Modelling Nature I

This study aims to quantify wave attenuation by a series of parallel submerged reef structures, representative for designs used in recent shellfish reef restoration efforts in Australia and the US. Experiments (1:10 scale) were carried out in a 54-m-long wave flume with a range of wave conditions, water depths and reef designs. Overall, the results of this study show that, while situated in relatively deep water, these reefs can reduce incident wave energy and orbital velocities considerably, in particular for relatively high waves in relatively shallow water, and have the potential to be considered in nature-based coastal defense strategies.
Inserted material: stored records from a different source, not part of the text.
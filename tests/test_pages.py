"""The generated pages, read as files: structure, links, sizes, numbers, determinism."""

import dataclasses
import hashlib
import itertools
import json
import math
import os
import re
import subprocess
import sys
from collections.abc import Mapping
from dataclasses import dataclass
from pathlib import Path

import numpy as np
import pytest

from bufferfolio import resources
from bufferfolio.definitions import Library
from bufferfolio.formatting import celsius, chemical, fixed, milli, percent, significant
from bufferfolio.hazards import STATEMENTS
from bufferfolio.page_scripts import EXPLORER_SCRIPTS, FIRST_SCRIPT, INDEX_SCRIPTS, SHEET_SCRIPTS
from bufferfolio.pages import PageReport, write_site
from bufferfolio.search_words import typed
from bufferfolio.sheets import Sheet, sheet_of
from bufferfolio.temperature import pK_at
from page_trees import Element, parsed
from recipes import shipped, shipped_tables

LARGEST_PAGE = 200_000  # bytes, beside the scripts that pages share
POLICY = (
    "default-src 'none'; script-src 'self'; style-src 'self' 'unsafe-inline'; "
    "img-src 'self' data: blob:; font-src 'self' data:"
)
LIBRARY = shipped()
FAMILIES = sorted(LIBRARY.families)
FORMULATIONS = sorted(LIBRARY.formulations)
PAGES = [
    "index.html",
    "reagents.html",
    "sources.html",
    "evidence.html",
    "method.html",
    *(f"families/{key}.html" for key in FAMILIES),
    *(f"formulations/{key}.html" for key in FORMULATIONS),
]


def built(library: Library, out: Path) -> tuple[PageReport, ...]:
    return write_site(library, out, lambda name: None, shipped_tables())


@dataclass(frozen=True)
class Site:
    """The whole site of the shipped definitions."""

    folder: Path
    reports: tuple[PageReport, ...]
    pages: Mapping[str, Element]


@pytest.fixture(scope="module")
def folio(tmp_path_factory: pytest.TempPathFactory) -> Site:
    folder = tmp_path_factory.mktemp("pages") / "dist"
    reports = built(LIBRARY, folder)
    pages = {
        path.relative_to(folder).as_posix(): parsed(path.read_text(encoding="utf-8"))
        for path in sorted(folder.rglob("*.html"))
    }
    return Site(folder=folder, reports=reports, pages=pages)


@pytest.fixture(scope="module")
def sheets() -> Mapping[str, Sheet]:
    return {key: sheet_of(item, LIBRARY) for key, item in LIBRARY.formulations.items()}


def test_every_formulation_and_every_family_has_its_page(folio: Site) -> None:
    assert sorted(folio.pages) == sorted(PAGES)


@pytest.mark.parametrize("name", PAGES)
def test_a_page_is_small(folio: Site, name: str) -> None:
    assert (folio.folder / name).stat().st_size <= LARGEST_PAGE


@pytest.mark.parametrize("name", PAGES)
def test_a_page_forbids_the_network_and_holds_no_code(folio: Site, name: str) -> None:
    page = folio.pages[name]
    policy = page.one("meta", http_equiv="Content-Security-Policy")
    assert policy.attributes["content"] == POLICY
    for script in page.all("script"):
        inline = script.attributes.get("type") == "application/json"
        first = script.attributes.get("src", "").endswith(f"assets/{FIRST_SCRIPT}.js")
        assert inline or ((first or "defer" in script.attributes) and not script.children)
    handlers = {n for element in page.walk() for n in element.attributes if n.startswith("on")}
    assert not handlers
    # The only address of the world outside is in words: no reader is sent there by a link.
    text = (folio.folder / name).read_text(encoding="utf-8")
    assert not re.search(r"(?:https?:)?//[a-z]", text)


@pytest.mark.parametrize("name", PAGES)
def test_links_lead_somewhere(folio: Site, name: str) -> None:
    page, place = folio.pages[name], (folio.folder / name).parent
    for element in page.walk():
        for attribute in ("href", "src"):
            if attribute not in element.attributes:
                continue
            path, _, anchor = element.attributes[attribute].partition("#")
            target = (place / path).resolve() if path else folio.folder / name
            assert target.is_file(), f"{name} leads to {path}"
            if anchor:
                other = (
                    folio.pages[target.relative_to(folio.folder.resolve()).as_posix()]
                    if (path)
                    else page
                )
                assert other.all(id=anchor), f"{name} leads to {path}#{anchor}"


@pytest.mark.parametrize("name", PAGES)
def test_a_page_is_built_for_every_reader(folio: Site, name: str) -> None:
    page = folio.pages[name]
    assert page.one("html").attributes["lang"] == "en"
    assert page.one("meta", name="viewport")
    assert page.one("meta", name="color-scheme").attributes["content"] == "light dark"
    assert page.one("a", **{"class": "skip"}).attributes["href"] == "#content"
    ids = [element.attributes["id"] for element in page.walk() if "id" in element.attributes]
    assert len(ids) == len(set(ids))
    levels = [int(e.tag[1]) for e in page.walk() if re.fullmatch("h[1-6]", e.tag)]
    assert levels[0] == 1
    assert levels.count(1) == 1
    assert all(after <= before + 1 for before, after in itertools.pairwise(levels))
    for table in page.all("table"):
        assert table.one("caption").text()
        assert all("scope" in head.attributes for head in table.all("th"))
    for element in page.walk():
        for named in ("aria-labelledby", "aria-describedby", "for"):
            for each in element.attributes.get(named, "").split():
                assert each in ids, f"{name}: {named}={each}"


@pytest.mark.parametrize("name", PAGES)
def test_inputs_have_labels_and_wait_for_the_checks(folio: Site, name: str) -> None:
    page = folio.pages[name]
    labelled = {label.attributes["for"] for label in page.all("label")}
    for control in [*page.all("input"), *page.all("select")]:
        named = "aria-label" in control.attributes or control.attributes.get("id") in labelled
        assert named, control
        assert "disabled" in control.attributes or "data-filter" in control.attributes
    for button in page.all("button"):
        assert button.text()
        assert "disabled" in button.attributes or "data-tool" in button.attributes
    for tools in page.all("div", **{"class": "plot-tools"}):
        assert "hidden" in tools.attributes
    for form in page.all("form"):
        if form.all(data_filter="text"):
            assert "hidden" in form.attributes


@pytest.mark.parametrize("name", PAGES)
def test_nothing_half_made_shows(folio: Site, name: str) -> None:
    page = folio.pages[name]
    text = page.one("main").text()
    assert not re.search(r"\b(nan|inf|None|Undefined|True|False)\b", text)
    assert "{{" not in text
    assert "<" not in text.replace("< ", "")
    assert page.one("title").text().endswith("· bufferfolio")
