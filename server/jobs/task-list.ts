import type { TaskList } from 'graphile-worker';
import { READ_LOG_TASK } from '../imports/start-reading';
import { SEND_MAIL_TASK } from '../mail/mail-queue';
import { type MailParts, sendMailTask } from '../mail/send-mail-task';
import { readLogTask } from './read-log-task';
import type { ReadingLimits } from './reading-limits';

export interface TaskParts {
  readonly mail: MailParts;
  readonly limits: ReadingLimits;
  readonly log: (message: string, error?: unknown) => void;
}

/** Everything that the queue can be asked to do. */
export function taskList({ mail, limits, log }: TaskParts): TaskList {
  return {
    [READ_LOG_TASK]: readLogTask({ knex: mail.knex, limits, log }),
    [SEND_MAIL_TASK]: sendMailTask(mail),
  };
}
Hybrid artificial reef structures can be designed to promote the development of a self-sustaining habitat for reef organisms while simultaneously enhancing the extent to which they provide coastal protection. In this study we investigate the wave attenuation capacity of engineered porous oyster reef modules that have been designed through the DARPA initiative Reefense: A Mosaic Oyster Habitat for Coastal Defense. Reduced scale (1:2) physical model testing of numerous modular reef layouts was conducted in the wave flume at the University of Western Australia's Coastal and Offshore Research Laboratory. The attenuation of wave energy was dominated by dissipative processes, due to both drag forces associated with the porous modules and wave breaking. Wave transmission was strongly governed by the dimensionless relative freeboard, the mean water depth above the top of the reef relative to the offshore incident wave height.

The large bottom roughness typical of coral reefs can be effective at reducing wave energy incident to coastlines through the dissipation induced by how wave-driven oscillatory flows interact with the roughness. A physical understanding of these fluid-structure interaction processes is essential in designing coral reef restoration projects that can enhance coastal protection as well as deliver other beneficial ecosystem services. A detailed 1:3 scale physical modelling study using the coral reef restoration solution developed by Mars Sustainable Solutions was undertaken in the University of Western Australia Coastal and Offshore Research Laboratory 54-m wave flume. Wave heights, flow velocities and hydrodynamic forces were measured to develop predictive formulations to quantify wave attenuation over arbitrary coral reef canopies as a function of coral canopy properties, wave and water depth conditions. This model enables the inclusion of coastal protection into the design of coral restoration projects across varying site conditions.

Coastal forests are considered a sustainable and economical solution to mitigate inundations from tsunamis. Owing to the rare occurrence of tsunamis and reported local tsunami heights being small, the coastal forests are a potential solution to protect from tsunamis in the Arabian Sea. The potential of date palm trees to mitigate tsunami inundations was investigated in an experimental study. The experiments were conducted at a geometric scale of 1:100 with the Froude-Cauchy similitudes. It found that the canopy of the tree played a key role in flow energy reduction. If the tsunami height was higher than the canopy height a significant tsunami depth was reduced behind the forest compared to the case that the tsunami height was lower than the canopy height. The highest percentage reduction in the maximum flow depth behind the forest was 37% for the forest length of 180 m and tsunami height of 7 m.